家に入るとあちこちのドアが開いていた。私と姫は触れたことが無いドアばかりだ。レニアスの家はざっくり言うとL字型をしている。玄関を入ると一間続きのリビングダイニングキッチンがあり、そこから二本の廊下がのびている。右の廊下はレニアスとシューの部屋の他に部屋が2つ、廊下の突き当たりには外にでるドアがあってそこを出ると厠、風呂小屋がある。左の廊下にも部屋が5つあって、一番大きな部屋は書庫、それ以外は空き部屋や納戸になっているらしい。2人で住んでいたにしてはやたらと部屋数が多い。レニアス曰く、その時々で住む人数が違うらしい。
レニアスは右の廊下の空き部屋を片付けようとしていた。ドアから部屋をのぞくと、埃まみれのガランとした空間が広がるばかりだ。シューがさっと部屋に入って窓を目一杯開ける。それを見て姫はもう一つの部屋の窓を開けた。風が新しい空気を運んでくる。
「もう!掃除下手なんだから、やるなら相談してよね!」
シューは目を釣り上げてレニアスに詰め寄る。レニアスは口の中でモゴモゴと言い訳をしながらうなだれた。そうか、反論できないくらい掃除が苦手なのか。
「とりあえず、ご飯食べよ。」
言いたいことを言ってスッキリした様子のシューは台所へ向かう。後につづくとテキパキと指示が飛んだ。
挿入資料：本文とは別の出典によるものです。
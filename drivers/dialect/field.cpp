#include "drivers/dialect/field.h"

#include <optional>

#include "drivers/dialect/number_token.h"
#include "drivers/dialect/text.h"

namespace loadstair::dialect {
namespace {

int digit_of(char c) {
  if (is_digit(c)) return c - '0';
  const char lower = to_lower(c);
  return lower >= 'a' && lower <= 'f' ? lower - 'a' + 10 : 99;
}

/// #HA2F, #Q62, #B01011 (IEEE 488.2-1992, 8.7.5 to 8.7.7). At most 53 bits, which a double holds exactly.
std::optional<double> read_nondecimal(std::string_view text) {
  if (text.size() < 3 || text.front() != '#') return std::nullopt;
  const char letter = to_lower(text[1]);
  const int base = letter == 'h' ? 16 : letter == 'q' ? 8 : letter == 'b' ? 2 : 0;
  if (base == 0) return std::nullopt;
  double value = 0.0;
  for (const char c : text.substr(2)) {
    if (digit_of(c) >= base) return std::nullopt;
    value = value * base + digit_of(c);
    if (value >= 9007199254740992.0) return std::nullopt;
  }
  return value;
}

}  // namespace

Field read_field(std::string_view text, std::string_view expected_unit, const NumberRules& rules) {
  text = trim(text);
  if (const auto value = read_nondecimal(text)) {
    return make_field({text.size(), Quality::good, *value}, {}, expected_unit);
  }
  const auto token = find_number(text, rules);
  if (!token) {
    const std::string why = text.empty() ? "an empty field instead of a number"
                                         : "'" + printable(text) + "'" + " is not a number";
    return {Quality::invalid, 0.0, {}, why};
  }
  auto field = make_field(*token, trim(text.substr(token->length)), expected_unit);
  if (field.quality == Quality::invalid) field.why = "'" + printable(text) + "'" + ": " + field.why;
  return field;
}

NumberShape shape_of(std::string_view text) {
  text = trim(text);
  if (!text.empty() && (text.front() == '+' || text.front() == '-')) text = trim(text.substr(1));
  NumberShape shape;
  std::size_t at = 0;
  while (at < text.size() && is_digit(text[at])) ++at;
  if (at < text.size() && text[at] == '.') {
    shape.point = true;
    for (++at; at < text.size() && is_digit(text[at]); ++at) ++shape.decimals;
  }
  if (at < text.size() && to_lower(text[at]) == 'e') {
    ++at;
    if (at < text.size() && (text[at] == '+' || text[at] == '-')) ++at;
    for (; at < text.size() && is_digit(text[at]); ++at) ++shape.exponent_digits;
  }
  return shape;
}

}  // namespace loadstair::dialect
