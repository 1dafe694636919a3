#include "drivers/dialect/scpi.h"

#include <algorithm>
#include <cmath>

#include "analysis/base/number.h"
#include "drivers/dialect/text.h"

namespace loadstair::dialect {

std::vector<std::string_view> split_reply(std::string_view reply) {
  reply = trim(reply);
  std::vector<std::string_view> elements;
  if (reply.empty()) return elements;
  std::size_t begin = 0;
  char quote = '\0';
  for (std::size_t at = 0; at < reply.size(); ++at) {
    const char c = reply[at];
    if (quote != '\0') {
      if (c == quote) quote = '\0';  // a doubled quote closes and opens again
    } else if (c == '"' || c == '\'') {
      quote = c;
    } else if (c == ',' || c == ';') {
      elements.push_back(trim(reply.substr(begin, at - begin)));
      begin = at + 1;
    }
  }
  elements.push_back(trim(reply.substr(begin)));
  return elements;
}

std::vector<Field> read_reply(std::string_view reply, std::span<const std::string> units,
                              const NumberRules& rules) {
  const auto elements = split_reply(reply);
  std::vector<Field> fields;
  fields.reserve(units.size());
  if (elements.size() != units.size()) {
    const auto why = base::print_integer(static_cast<std::int64_t>(elements.size())) + " values instead of " +
                     base::print_integer(static_cast<std::int64_t>(units.size()));
    fields.assign(units.size(), Field{Quality::invalid, 0.0, {}, why});
    return fields;
  }
  for (std::size_t i = 0; i < units.size(); ++i) fields.push_back(read_field(elements[i], units[i], rules));
  return fields;
}

base::Outcome<std::string> read_string(std::string_view element) {
  element = trim(element);
  const char quote = element.empty() ? '\0' : element.front();
  if (quote != '"' && quote != '\'') return base::Refusal{{}, "a string must begin with a quote"};
  std::string text;
  for (std::size_t at = 1; at < element.size(); ++at) {
    if (element[at] != quote) {
      text += element[at];
      continue;
    }
    const bool doubled = at + 1 < element.size() && element[at + 1] == quote;
    if (!doubled) {
      if (at + 1 == element.size()) return text;
      return base::Refusal{{}, "something follows the string's closing quote"};
    }
    text += quote;
    ++at;
  }
  return base::Refusal{{}, "the string does not end"};
}

base::Outcome<Identity> read_identity(std::string_view reply) {
  if (!std::all_of(reply.begin(), reply.end(), [](char c) { return c >= ' ' && c <= '~'; })) {
    return base::Refusal{{}, "an identity holds printable ASCII only"};
  }
  std::vector<std::string> parts;
  for (std::size_t begin = 0; begin <= reply.size();) {
    const auto end = std::min(reply.find(',', begin), reply.size());
    parts.emplace_back(trim(reply.substr(begin, end - begin)));
    begin = end + 1;
  }
  if (parts.size() != 4) {
    return base::Refusal{{},
                         base::print_integer(static_cast<std::int64_t>(parts.size())) +
                             " fields instead of manufacturer, model, serial number and firmware"};
  }
  const auto known = [](const std::string& part) { return part == "0" ? std::string{} : part; };
  return Identity{parts[0], parts[1], known(parts[2]), known(parts[3])};
}

std::string write_number(double value) {
  for (int decimals = 0; decimals <= 9 && std::abs(value) < 1e15; ++decimals) {
    auto plain = base::print_fixed(value, decimals);
    if (base::parse_number(plain) == value) return plain;
  }
  return base::print_number(value);
}

base::Outcome<std::string> write_command(std::string_view command, double value) {
  if (!std::isfinite(value)) return base::Refusal{std::string{command}, "the number to send is not finite"};
  const auto number = write_number(value);
  constexpr std::string_view kPlace = "{value}";
  std::string text{command};
  for (auto at = text.find(kPlace); at != std::string::npos; at = text.find(kPlace, at + number.size())) {
    text.replace(at, kPlace.size(), number);
  }
  return text;
}

}  // namespace loadstair::dialect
「アルフレッドは窓全部開けて。なんだかここまで埃っぽいや。レニアスは庭にテーブル出して。姫はこれでテーブル拭いてきて。うん。そう。レニアス、イスも出した?なら、チーズとハム出して。うん、それで良いよ。アルフレッド、これ運んで。ヴィティもこっち運んで。それが出来たらコップとフォーク出してくれる?……午後はお掃除だからね、ワインはいらないよ、レニアス。レーニーアースー?うん。ジュースにしよう。はい、アルフレッド、そこでパン温めて。焦がさない様に。ヴィティ、これちぎって。うんそのくらい。あ、ちょっとよけてね。油とぶよ。」
ジューっとフライパンがなってシューは真剣な顔でソーセージを焼く。矢継ぎ早の指示がなくなって、残る3人は言葉もなく立ち尽くした。あっと言う間にパリッと皮が弾けて、ソーセージが焼けると、シューが周りを見てどうしたのっと首を傾げた。
「なんか、晩餐会の日のお袋を思い出す。」
「言いたい事は分かるけど、発言に気をつけないとお昼食べられないわよ。」
大人2人の内緒話は美味しそうなソーセージの匂いに打ち切られた。皆が庭に出るとお待ちかねの食事の時間だ。